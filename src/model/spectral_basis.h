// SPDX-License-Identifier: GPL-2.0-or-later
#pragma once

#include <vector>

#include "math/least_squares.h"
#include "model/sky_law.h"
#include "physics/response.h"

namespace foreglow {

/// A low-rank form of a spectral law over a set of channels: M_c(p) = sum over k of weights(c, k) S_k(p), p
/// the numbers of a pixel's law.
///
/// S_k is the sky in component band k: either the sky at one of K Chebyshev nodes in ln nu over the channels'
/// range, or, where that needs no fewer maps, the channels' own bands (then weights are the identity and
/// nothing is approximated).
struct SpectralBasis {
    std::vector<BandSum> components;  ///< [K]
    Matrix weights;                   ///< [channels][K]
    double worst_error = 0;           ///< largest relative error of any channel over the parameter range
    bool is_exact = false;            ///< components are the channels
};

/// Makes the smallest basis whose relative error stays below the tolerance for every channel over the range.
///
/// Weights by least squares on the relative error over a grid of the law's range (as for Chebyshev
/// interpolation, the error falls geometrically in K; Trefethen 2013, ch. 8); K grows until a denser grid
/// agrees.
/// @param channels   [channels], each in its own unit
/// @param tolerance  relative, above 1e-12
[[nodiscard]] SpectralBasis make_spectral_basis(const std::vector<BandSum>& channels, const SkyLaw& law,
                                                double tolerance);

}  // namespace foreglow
...
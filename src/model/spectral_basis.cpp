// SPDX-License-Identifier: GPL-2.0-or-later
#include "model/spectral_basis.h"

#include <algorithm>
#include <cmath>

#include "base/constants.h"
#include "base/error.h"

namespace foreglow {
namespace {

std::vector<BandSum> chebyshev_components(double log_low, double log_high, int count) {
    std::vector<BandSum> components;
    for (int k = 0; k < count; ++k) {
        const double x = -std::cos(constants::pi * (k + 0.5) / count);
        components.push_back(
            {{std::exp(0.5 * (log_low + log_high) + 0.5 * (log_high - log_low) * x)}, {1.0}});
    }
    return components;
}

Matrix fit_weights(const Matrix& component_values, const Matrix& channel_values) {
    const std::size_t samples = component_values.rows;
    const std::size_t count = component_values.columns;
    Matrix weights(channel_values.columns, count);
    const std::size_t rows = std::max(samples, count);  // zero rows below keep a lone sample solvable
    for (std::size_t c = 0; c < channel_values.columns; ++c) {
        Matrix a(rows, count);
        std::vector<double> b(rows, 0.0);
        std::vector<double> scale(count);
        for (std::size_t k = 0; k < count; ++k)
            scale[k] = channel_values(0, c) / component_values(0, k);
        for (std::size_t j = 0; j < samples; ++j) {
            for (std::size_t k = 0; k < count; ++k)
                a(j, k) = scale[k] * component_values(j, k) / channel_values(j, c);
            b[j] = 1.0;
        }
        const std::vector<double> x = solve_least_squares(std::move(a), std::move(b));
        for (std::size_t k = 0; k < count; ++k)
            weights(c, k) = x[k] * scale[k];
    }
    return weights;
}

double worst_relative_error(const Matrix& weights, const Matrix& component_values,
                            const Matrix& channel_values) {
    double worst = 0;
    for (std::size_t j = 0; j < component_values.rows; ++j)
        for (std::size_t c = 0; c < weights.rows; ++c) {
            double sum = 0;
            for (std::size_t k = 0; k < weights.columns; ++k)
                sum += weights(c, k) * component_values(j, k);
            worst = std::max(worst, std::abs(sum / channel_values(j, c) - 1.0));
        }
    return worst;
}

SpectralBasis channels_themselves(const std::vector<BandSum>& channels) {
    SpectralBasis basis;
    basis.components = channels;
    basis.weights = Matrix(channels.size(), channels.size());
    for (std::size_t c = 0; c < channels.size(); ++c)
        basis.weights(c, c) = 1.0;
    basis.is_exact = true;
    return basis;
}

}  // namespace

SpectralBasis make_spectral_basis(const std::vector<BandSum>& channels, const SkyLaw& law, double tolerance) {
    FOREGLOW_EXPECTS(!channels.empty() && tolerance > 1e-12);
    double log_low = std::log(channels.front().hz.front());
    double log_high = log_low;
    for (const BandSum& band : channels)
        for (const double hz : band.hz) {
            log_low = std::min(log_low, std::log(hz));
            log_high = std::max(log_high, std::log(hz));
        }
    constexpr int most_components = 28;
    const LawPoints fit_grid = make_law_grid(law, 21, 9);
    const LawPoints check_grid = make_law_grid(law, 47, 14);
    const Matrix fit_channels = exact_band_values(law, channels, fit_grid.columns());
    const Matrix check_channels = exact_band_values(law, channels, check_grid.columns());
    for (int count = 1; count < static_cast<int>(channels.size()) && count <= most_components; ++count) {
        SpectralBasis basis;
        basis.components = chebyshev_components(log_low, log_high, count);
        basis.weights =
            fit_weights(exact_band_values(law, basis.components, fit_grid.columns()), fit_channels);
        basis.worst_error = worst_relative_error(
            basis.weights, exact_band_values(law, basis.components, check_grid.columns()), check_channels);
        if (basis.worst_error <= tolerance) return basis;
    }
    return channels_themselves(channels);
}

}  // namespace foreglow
---
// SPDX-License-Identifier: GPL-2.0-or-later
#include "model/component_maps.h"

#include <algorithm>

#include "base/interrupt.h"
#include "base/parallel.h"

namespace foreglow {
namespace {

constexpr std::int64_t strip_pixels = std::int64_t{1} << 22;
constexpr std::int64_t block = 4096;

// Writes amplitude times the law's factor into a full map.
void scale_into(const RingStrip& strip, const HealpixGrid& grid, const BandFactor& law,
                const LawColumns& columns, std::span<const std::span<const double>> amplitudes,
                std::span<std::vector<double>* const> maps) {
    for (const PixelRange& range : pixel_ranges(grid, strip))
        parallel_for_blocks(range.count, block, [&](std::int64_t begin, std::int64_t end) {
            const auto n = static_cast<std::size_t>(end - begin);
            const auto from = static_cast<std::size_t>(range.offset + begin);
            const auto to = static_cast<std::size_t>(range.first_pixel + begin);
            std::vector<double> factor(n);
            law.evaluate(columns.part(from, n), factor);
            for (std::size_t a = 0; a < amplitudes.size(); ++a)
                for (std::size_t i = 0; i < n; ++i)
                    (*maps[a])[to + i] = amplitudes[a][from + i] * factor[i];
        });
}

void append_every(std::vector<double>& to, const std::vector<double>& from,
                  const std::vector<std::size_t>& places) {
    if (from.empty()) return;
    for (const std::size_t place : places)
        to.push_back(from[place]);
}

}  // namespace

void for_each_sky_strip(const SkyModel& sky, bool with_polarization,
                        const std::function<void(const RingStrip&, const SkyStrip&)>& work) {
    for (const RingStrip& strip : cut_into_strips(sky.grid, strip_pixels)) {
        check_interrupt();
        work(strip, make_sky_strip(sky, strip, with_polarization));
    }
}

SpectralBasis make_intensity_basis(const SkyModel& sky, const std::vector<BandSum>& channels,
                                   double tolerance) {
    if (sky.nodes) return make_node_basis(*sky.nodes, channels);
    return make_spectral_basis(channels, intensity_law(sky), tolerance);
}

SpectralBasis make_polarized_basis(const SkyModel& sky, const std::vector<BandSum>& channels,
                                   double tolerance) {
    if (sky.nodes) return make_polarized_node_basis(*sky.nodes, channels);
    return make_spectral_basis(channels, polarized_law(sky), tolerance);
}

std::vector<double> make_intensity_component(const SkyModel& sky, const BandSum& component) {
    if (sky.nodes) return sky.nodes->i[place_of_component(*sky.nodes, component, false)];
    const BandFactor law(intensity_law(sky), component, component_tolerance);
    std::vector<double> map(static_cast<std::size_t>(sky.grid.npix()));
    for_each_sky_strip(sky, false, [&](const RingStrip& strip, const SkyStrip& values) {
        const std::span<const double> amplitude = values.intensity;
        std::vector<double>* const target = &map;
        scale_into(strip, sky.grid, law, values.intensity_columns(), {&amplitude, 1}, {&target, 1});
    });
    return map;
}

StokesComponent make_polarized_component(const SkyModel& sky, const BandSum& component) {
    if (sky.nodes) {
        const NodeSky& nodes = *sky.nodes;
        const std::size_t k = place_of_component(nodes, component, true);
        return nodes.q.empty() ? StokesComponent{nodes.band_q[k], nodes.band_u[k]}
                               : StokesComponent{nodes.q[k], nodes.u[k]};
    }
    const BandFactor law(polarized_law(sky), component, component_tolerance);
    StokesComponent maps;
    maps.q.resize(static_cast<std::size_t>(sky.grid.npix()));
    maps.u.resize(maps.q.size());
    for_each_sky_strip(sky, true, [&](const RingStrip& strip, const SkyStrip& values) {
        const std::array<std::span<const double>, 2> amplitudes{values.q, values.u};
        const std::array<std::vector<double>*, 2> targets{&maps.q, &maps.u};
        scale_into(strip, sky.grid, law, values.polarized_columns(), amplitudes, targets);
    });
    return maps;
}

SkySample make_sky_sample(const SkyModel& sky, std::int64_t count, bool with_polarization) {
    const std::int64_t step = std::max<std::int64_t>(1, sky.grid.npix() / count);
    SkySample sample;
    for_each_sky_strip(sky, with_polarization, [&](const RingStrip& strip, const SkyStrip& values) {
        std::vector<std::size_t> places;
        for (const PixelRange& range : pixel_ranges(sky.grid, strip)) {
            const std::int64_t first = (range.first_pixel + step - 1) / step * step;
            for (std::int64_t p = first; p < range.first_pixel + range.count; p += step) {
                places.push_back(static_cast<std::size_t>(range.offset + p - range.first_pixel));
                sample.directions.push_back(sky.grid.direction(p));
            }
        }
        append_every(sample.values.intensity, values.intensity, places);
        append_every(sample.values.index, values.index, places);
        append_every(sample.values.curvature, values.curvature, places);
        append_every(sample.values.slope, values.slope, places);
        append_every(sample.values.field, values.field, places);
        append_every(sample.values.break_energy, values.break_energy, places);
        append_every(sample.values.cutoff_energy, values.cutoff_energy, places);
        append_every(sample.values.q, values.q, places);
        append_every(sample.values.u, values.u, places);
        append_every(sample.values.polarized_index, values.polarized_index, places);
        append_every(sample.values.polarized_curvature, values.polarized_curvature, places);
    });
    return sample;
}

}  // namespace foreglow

- **Work to be completed**
For each line of the material that contains the word "base", make a copy.

- **Answer to this problem**
#include "base/constants.h"
#include "base/error.h"
#include "base/interrupt.h"
#include "base/parallel.h"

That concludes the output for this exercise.